I have argued before that a checksum for subaccount isn’t needed because we can recover from failures. If we believe it is needed and we want property 4 as well, then can’t we leave the principal untouched and do an extra checksum somewhere related to the subaccount (for the price of making it longer)?

1 Like

*Good point, capitalisation of a specific letter say I or L could be avoided by the algorithm.

*Personally, because the receiving address is checked, it doesn’t actually need to look exactly the same for you to have a high degree of confidence that both receiving addresses are correct. Say you had derived:

4Kydj-ryaAa-aaAaG-qaf7A-cai:1
from
4kydj-ryaaa-aaaag-qaf7a-cai

Well, if you had made a mistake in copying any part of the principal, then the check would fail. So this is still kind of safe, and the fact the strings look vaguely similar should give a user enough confidence when using their apps.

On your other point about whether checked sub-accounts should be optional: I would argue that checked sub-accounts would be a necessity. You could use a specific sub-account for receiving payments with each sub-account dedicated to a different user - in this case and many others, payments to the wrong sub-account are not recoverable.

So the question should be where to put the check for the sub-account. Suppose we put it at the end, this would also be ok. However, I think you lose the property that a user can create their own subaccount address string by simply appending a 1, as the user now has to use some encoding to generate a check. You could also make the checksum optional, and I think that would also be ok.

See below for an example:

4kydj-ryaaa-aaaag-qaf7a-cai:1
4kydj-ryaaa-aaaag-qaf7a-cai:1:aa-bc

I am sure it’s safe enough but I am worried about the user experience. Say a user gets shown deposit address in a pop up window (4Kydj-ryaAa-aaAaG-qaf7A-cai:1). Now we are asking the user to compare that to the canister id that he sees somewhere else (e.g. in his address book where it is all lower caps) to make sure he pays the right canister. Even if it is safe, it’s still too confusing for the user.

But you lose that with the capitalization, too. The user has to run a tool to compute the capitalization.

The capitalization checksum idea is interesting. But since the principal is already checksummed, and we’d like the user to be able to easily compare visually, why don’t we just cap checksum the subaccount part?

Then we would have:
4kydj-ryaaa-aaaag-qaf7a-cai:1
4kydj-ryaaa-aaaag-qaf7a-cai:3fCe35D21Aa8

which is 1)unambiguous in which principal you’re transferring to, 2)easily human constructible in simple cases and 3)checksummed when machine generated long subaccounts are used.

And for this to be canonical 4kydj-ryaaa-aaaag-qaf7a-cai:0 is always written as such.

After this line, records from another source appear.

// Room "weigh": each study alone, and what a posterior says about regions, directions and thresholds.
#pragma once

#include <cstddef>
#include <optional>
#include <span>
#include <string>
#include <vector>

#include "steelyard/base.hpp"
#include "steelyard/pool.hpp"
#include "steelyard/study.hpp"

namespace steelyard {

// ---- regions, directions, thresholds --------------------------------------------------------------

/// Questions about where the effect lies.
struct RegionOptions {
  Interval region = {-0.1, 0.1};    ///< effects that are practically negligible, low < high
  std::optional<double> threshold;  ///< P(effect in a new study > threshold)
};

/// What the posterior says about one quantity (the mean effect, or the effect in a new study).
struct RegionMass {
  double inside = 0.0;  ///< P(in the region), given an effect model
  /// The same over all models with prior mass: the same-effect null counts as an effect of exactly 0, and in
  /// a new study under varying effects without a mean effect the effect is Normal(0, τ²). Absent when a
  /// model with prior mass isn't identified.
  std::optional<double> inside_all_models;
};

/// Formulas: docs/methods.md.
struct RegionResult {
  RegionOptions asked;
  /// Evidence for a negligible effect: posterior odds ÷ prior odds of inside against outside, under the
  /// effect models (Morey & Rouder 2011). Absent, with `reason`, when the prior or the posterior leaves
  /// less than 1e-6 on a side: then `negligible_limit` bounds it on that side.
  std::optional<LogBayesFactor> negligible;
  std::optional<double>
      negligible_limit;  ///< log Bayes factor is beyond this (above when > 0, below when < 0)
  std::string reason;
  double prior_inside = 0.0;  ///< prior mass of the region
  RegionMass mean_effect, new_study;
  double positive = 0.0;  ///< P(mean effect > 0), given an effect model
  /// log odds of a positive against a negative mean effect, given an effect model, exact in logarithms;
  /// absent when the prior allows one sign only.
  std::optional<double> log_sign_odds;
  std::optional<double> above_threshold;  ///< P(effect in a new study > threshold), given an effect model
  std::optional<double> above_threshold_all_models;
};

/// `result` must come with its posterior (summaries). Error when it has none, or the region is empty.
[[nodiscard]] Outcome<RegionResult> weigh_region(const PoolResult& result, const Priors& priors,
                                                 std::span<const Study> studies,
                                                 const RegionOptions& options);

// ---- each study alone -----------------------------------------------------------------------------

struct WeighOptions {
  double level = 0.95;  ///< of the central credible intervals, 0 < level < 1
  /// The effect that the sceptic doubts and the enthusiast expects (Spiegelhalter, Freedman & Parmar
  /// 1994), > 0, in the study's metric. Absent: 0.5 for `smd`, and nothing for other metrics.
  std::optional<double> expected;
  std::optional<RegionOptions> region;
};

/// The largest likelihood of any effect against no effect: no prior can make more of the study.
struct LikelihoodBound {
  double log_bf = 0.0;
  std::optional<double> effect;  ///< where it is reached; absent when only approached without end
};

struct LogRange {
  std::optional<double> low, high;  ///< absent: without end on that side
};

/// Median and central interval of a quantity that follows from the effect.
struct Translated {
  double median = 0.0, lower = 0.0, upper = 0.0;
};

struct Weighing {
  std::size_t study = 0;  ///< index into the studies given
  LogBayesFactor bf;      ///< the effect prior, cut to its direction, against no effect
  /// The same prior family uncut, and cut to either side; absent where the cut leaves no mass.
  std::optional<LogBayesFactor> either, greater, less;
  Summary effect;                    ///< posterior under the effect prior
  std::optional<LogRange> rounding;  ///< of bf.log_bf over what the printed digits allow
  std::optional<LogBayesFactor> sceptic, enthusiast;
  std::string enthusiast_side;  ///< "greater" or "less": what the enthusiast expects
  /// The factor on the prior's width at which the Bayes factor passes 1 and how wide the prior then is
  /// (its scale, sd, or half width); absent when it never does between 1/1000 and 10,000.
  std::optional<double> turning_factor;
  std::optional<double> turning_width;
  LikelihoodBound bound;              ///< Edwards, Lindman & Savage (1963)
  std::optional<double> p;            ///< two-sided p of an exact t or an estimate
  std::optional<double> log_p_bound;  ///< log of 1/(−e·p·log p), for p < 1/e (Sellke et al. 2001)
  /// P(a random member of group 1 beats one of group 2) = Φ(δ/√2); one sample: P(a score is above the
  /// comparison value) = Φ(δ). Only for `smd`.
  std::optional<Translated> superiority;
  std::optional<Translated> raw;  ///< effect × SD in raw units, where an SD is known
  std::optional<RegionResult> region;
  std::vector<Diagnostic> cautions;
};

/// How the evidence of the rows is distributed (decibans; > 0 favours an effect).
struct WeighSpread {
  std::size_t count = 0;
  double least = 0.0, lower_quartile = 0.0, median = 0.0, upper_quartile = 0.0, most = 0.0;
  std::size_t for_effect = 0;          ///< rows above 0
  std::size_t for_none = 0;            ///< rows below 0
  std::size_t clearly_for_effect = 0;  ///< +10 decibans (10 to 1) or more
  std::size_t clearly_for_none = 0;    ///< −10 decibans or less
};

struct WeighResult {
  std::vector<Weighing> rows;  ///< one a study, in their order
  WeighSpread spread;
  bool accurate = true;
};

/// Weighs each study alone. Pure. Error when there are none, the prior is unusable, or an option is out
/// of its range. Metrics may differ between rows; the caller sees to it that the prior fits them.
[[nodiscard]] Outcome<WeighResult> weigh(std::span<const Study> studies, const EffectPrior& prior,
                                         const WeighOptions& options = {});

/// The bound of Sellke, Bayarri & Berger (2001): log(1/(−e·p·log p)); nothing unless 0 < p < 1/e.
[[nodiscard]] std::optional<double> log_sellke_bound(double p);

/// The sceptic's and the enthusiast's prior for an expected effect: Normal with sd expected/z(.95),
/// around 0 (5 % left beyond the expected effect) and around the expected effect (5 % on the wrong side).
[[nodiscard]] EffectPrior sceptical_prior(double expected);
[[nodiscard]] EffectPrior enthusiastic_prior(double expected);  ///< expected < 0: the other side

/// The same prior with its width multiplied; location and direction stay (a uniform keeps its middle).
[[nodiscard]] EffectPrior with_width(const EffectPrior& prior, double factor);
[[nodiscard]] SpreadPrior with_scale(const SpreadPrior& prior, double factor);
/// The width that `with_width` multiplies: scale, sd or half width (flat: absent).
[[nodiscard]] std::optional<double> width_of(const EffectPrior& prior);

}  // namespace steelyard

Hi @Maxfinity, the current textual account representation does have a checksum(principal + subaccount)

@timo, @benji I would be happy with this suggestion, just capitalise the subaccount. Most receiving addresses in code would be machine generated, and these short sub-accounts could be used for one-off payments between users (can be manually checked if things go wrong).

Also like @timo’s original suggestion but with an extra check bit for security.

Of course, If we primarily use the approve, transfer_from payment flow, rather than paying to receiving addresses that need subaccounts, it becomes less of a necessity to check the subaccounts. Well subaccounts are much less needed in general here, but the former payment flow is much more common on the IC so…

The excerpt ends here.